What you are asked to do:
In the records that follow, the lines from the one containing "this.head[at] = -1;" to the one containing "filed in it. */", inclusive, are to be given again exactly.

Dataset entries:

import { type Memory, ownMemory } from './memory.ts';
import { squaredDistanceToSegment } from './segments.ts';

/** Above this many cells a box of cells is thinned to those near the tube's axis. */
const FEW_CELLS = 27;

/** Columns of a grid, for a reader in another thread. */
export interface TubeGridView {
  readonly min: readonly [number, number, number];
  readonly cell: number;
  readonly across: readonly [number, number, number];
  readonly head: Int32Array;
  readonly next: Int32Array;
  readonly item: Int32Array;
  readonly start: Int32Array;
  readonly packed: Int32Array;
  readonly rows: number;
}

/**
 * Uniform grid over tubes: which rows could come within a given distance of a segment?
 *
 * A tube is listed in every cell that its body touches, so a fat trunk is found from any point at its wall and a query
 * needs no knowledge of how fat its neighbours are. Entries are never taken out: a row that has moved is added again
 * and its old entries only cost a look, because whoever asks measures the row as it stands. Rebuild when rows double.
 *
 * Cost: add and gather O(cells touched).
 */
export class TubeGrid {
  cell: number;
  private minX: number;
  private minY: number;
  private minZ: number;
  private nx: number;
  private ny: number;
  private nz: number;
  private head: Int32Array;
  private next: Int32Array;
  private item: Int32Array;
  private entries = 0;
  private readonly memory: Memory;
  /** (cells + 1) first entry of each cell among `packed`; both empty before the first `pack`. */
  private start: Int32Array = new Int32Array(0);
  private packed: Int32Array = new Int32Array(0);
  private seen: Int32Array;
  private pass = 0;
  /** Rows that the last `gather` found; only the first `gather()` of them count. */
  found: Int32Array = new Int32Array(256);

  /**
   * @param min, max m, box that most tubes lie in; what lies outside is filed in the cells at the edge
   * @param cell     m, edge of a cell; widened where the box would need more than `mostCells`
   * @param memory   where columns are kept
   */
  constructor(
    min: readonly [number, number, number],
    max: readonly [number, number, number],
    cell: number,
    mostCells = 1 << 25,
    memory: Memory = ownMemory,
  ) {
    this.memory = memory;
    const wx = max[0] - min[0];
    const wy = max[1] - min[1];
    const wz = max[2] - min[2];
    let size = Math.max(cell, Math.cbrt((wx * wy * wz) / mostCells), Math.max(wx, wy, wz) / 4096);
    while ((Math.ceil(wx / size) + 1) * (Math.ceil(wy / size) + 1) * (Math.ceil(wz / size) + 1) > mostCells)
      size *= 1.1;
    this.cell = size;
    this.minX = min[0];
    this.minY = min[1];
    this.minZ = min[2];
    this.nx = Math.max(1, Math.ceil(wx / size));
    this.ny = Math.max(1, Math.ceil(wy / size));
    this.nz = Math.max(1, Math.ceil(wz / size));
    this.head = new Int32Array(memory(4 * this.nx * this.ny * this.nz)).fill(-1);
    this.next = new Int32Array(memory(4 * 4096));
    this.item = new Int32Array(memory(4 * 4096));
    this.seen = new Int32Array(1024);
  }

  /** What another thread needs to look into this grid; stale after the next change. */
  view(): TubeGridView {
    const { cell, head, next, item, start, packed } = this;
    const min = [this.minX, this.minY, this.minZ] as const;
    return { min, cell, across: [this.nx, this.ny, this.nz], head, next, item, start, packed, rows: this.seen.length };
  }

  /** Looks into another grid's columns from now on; nothing may be added through this one. */
  adopt(view: TubeGridView): void {
    this.cell = view.cell;
    [this.minX, this.minY, this.minZ] = view.min;
    [this.nx, this.ny, this.nz] = view.across;
    this.head = view.head;
    this.next = view.next;
    this.item = view.item;
    this.start = view.start;
    this.packed = view.packed;
    if (this.seen.length < view.rows) {
      this.seen = new Int32Array(view.rows);
      this.pass = 0;
    }
  }

  /** Lists a row in every cell that the tube a→b of a radius (m) touches. */
  add(row: number, ax: number, ay: number, az: number, bx: number, by: number, bz: number, radius: number): void {
    if (row >= this.seen.length) {
      const wider = new Int32Array(Math.max(2 * this.seen.length, row + 1));
      wider.set(this.seen);
      this.seen = wider;
    }
    const x0 = this.clampX(Math.min(ax, bx) - radius);
    const x1 = this.clampX(Math.max(ax, bx) + radius);
    const y0 = this.clampY(Math.min(ay, by) - radius);
    const y1 = this.clampY(Math.max(ay, by) + radius);
    const z0 = this.clampZ(Math.min(az, bz) - radius);
    const z1 = this.clampZ(Math.max(az, bz) + radius);
    const cells = (x1 - x0 + 1) * (y1 - y0 + 1) * (z1 - z0 + 1);
    if (this.entries + cells > this.next.length) this.widen(this.entries + cells);
    const near = this.nearSquared(radius);
    const thin = cells > 2 && this.inside(ax, ay, az) && this.inside(bx, by, bz);
    for (let z = z0; z <= z1; z++) {
      const cz = this.minZ + (z + 0.5) * this.cell;
      for (let y = y0; y <= y1; y++) {
        const cy = this.minY + (y + 0.5) * this.cell;
        for (let x = x0; x <= x1; x++) {
          if (thin) {
            const cx = this.minX + (x + 0.5) * this.cell;
            if (squaredDistanceToSegment(cx, cy, cz, ax, ay, az, bx, by, bz) > near) continue;
          }
          const at = (z * this.ny + y) * this.nx + x;
          const entry = this.entries++;
          this.item[entry] = row;
          this.next[entry] = this.head[at]!;
          this.head[at] = entry;
        }
      }
    }
  }

  /**
   * Finds every row whose listed tube may come within `reach` (m) of the segment a→b.
   *
   * @returns how many; they stand in `found`, each once, in an order that depends on the order of `add` alone
   */
  gather(ax: number, ay: number, az: number, bx: number, by: number, bz: number, reach: number): number {
    const x0 = this.clampX(Math.min(ax, bx) - reach);
    const x1 = this.clampX(Math.max(ax, bx) + reach);
    const y0 = this.clampY(Math.min(ay, by) - reach);
    const y1 = this.clampY(Math.max(ay, by) + reach);
    const z0 = this.clampZ(Math.min(az, bz) - reach);
    const z1 = this.clampZ(Math.max(az, bz) + reach);
    const cells = (x1 - x0 + 1) * (y1 - y0 + 1) * (z1 - z0 + 1);
    const thin = cells > FEW_CELLS && this.inside(ax, ay, az) && this.inside(bx, by, bz);
    const near = this.nearSquared(reach);
    const pass = ++this.pass;
    const { head, next, item, start, packed, seen, nx, ny } = this;
    const filed = start.length > 0;
    let found: Int32Array = this.found;
    let size = 0;
    for (let z = z0; z <= z1; z++) {
      const cz = this.minZ + (z + 0.5) * this.cell;
      for (let y = y0; y <= y1; y++) {
        const cy = this.minY + (y + 0.5) * this.cell;
        const line = (z * ny + y) * nx;
        for (let x = x0; x <= x1; x++) {
          const at = line + x;
          let entry = head[at]!;
          let from = filed ? start[at]! : 0;
          const to = filed ? start[at + 1]! : 0;
          if (entry < 0 && from === to) continue;
          if (thin) {
            const cx = this.minX + (x + 0.5) * this.cell;
            if (squaredDistanceToSegment(cx, cy, cz, ax, ay, az, bx, by, bz) > near) continue;
          }
          for (; from < to; from++) {
            const row = packed[from]!;
            if (seen[row] === pass) continue;
            seen[row] = pass;
            if (size === found.length) found = this.widenFound();
            found[size++] = row;
          }
          for (; entry >= 0; entry = next[entry]!) {
            const row = item[entry]!;
            if (seen[row] === pass) continue;
            seen[row] = pass;
            if (size === found.length) found = this.widenFound();
            found[size++] = row;
          }
        }
      }
    }
    return size;
  }

  /** Files what has been added cell by cell, so that looks touch memory in a row; more may be added afterwards. */
  pack(): void {
    const cells = this.head.length;
    const start = new Int32Array(this.memory(4 * (cells + 1)));
    const packed = new Int32Array(this.memory(4 * (this.packed.length + this.entries)));
    let size = 0;
    for (let at = 0; at < cells; at++) {
      start[at] = size;
      if (this.start.length > 0) {
        for (let k = this.start[at]!; k < this.start[at + 1]!; k++) packed[size++] = this.packed[k]!;
      }
      for (let entry = this.head[at]!; entry >= 0; entry = this.next[entry]!) packed[size++] = this.item[entry]!;
      this.head[at] = -1;
    }
    start[cells] = size;
    this.start = start;
    this.packed = packed;
    this.entries = 0;
  }

  private widenFound(): Int32Array {
    const wider = new Int32Array(2 * this.found.length);
    wider.set(this.found);
    this.found = wider;
    return wider;
  }

  /** Whether a point is in the box: only there does a cell's centre stand for all that is filed in it. */
  private inside(x: number, y: number, z: number): boolean {
    const fx = (x - this.minX) / this.cell;
    const fy = (y - this.minY) / this.cell;
    const fz = (z - this.minZ) / this.cell;
    return fx >= 0 && fx < this.nx && fy >= 0 && fy < this.ny && fz >= 0 && fz < this.nz;
  }

  private nearSquared(reach: number): number {
    // Half a cell's diagonal, and a hair for rounding.
    const near = reach + 0.8660255 * this.cell;
    return near * near;
  }

  private clampX(x: number): number {
    const i = Math.floor((x - this.minX) / this.cell);
    return i < 0 ? 0 : i >= this.nx ? this.nx - 1 : i;
  }

  private clampY(y: number): number {
    const i = Math.floor((y - this.minY) / this.cell);
    return i < 0 ? 0 : i >= this.ny ? this.ny - 1 : i;
  }

  private clampZ(z: number): number {
    const i = Math.floor((z - this.minZ) / this.cell);
    return i < 0 ? 0 : i >= this.nz ? this.nz - 1 : i;
  }

  private widen(least: number): void {
    const capacity = Math.max(2 * this.next.length, least);
    const next = new Int32Array(this.memory(4 * capacity));
    const item = new Int32Array(this.memory(4 * capacity));
    next.set(this.next);
    item.set(this.item);
    this.next = next;
    this.item = item;
  }
}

Exercise result:
      this.head[at] = -1;
    }
    start[cells] = size;
    this.start = start;
    this.packed = packed;
    this.entries = 0;
  }

  private widenFound(): Int32Array {
    const wider = new Int32Array(2 * this.found.length);
    wider.set(this.found);
    this.found = wider;
    return wider;
  }

  /** Whether a point is in the box: only there does a cell's centre stand for all that is filed in it. */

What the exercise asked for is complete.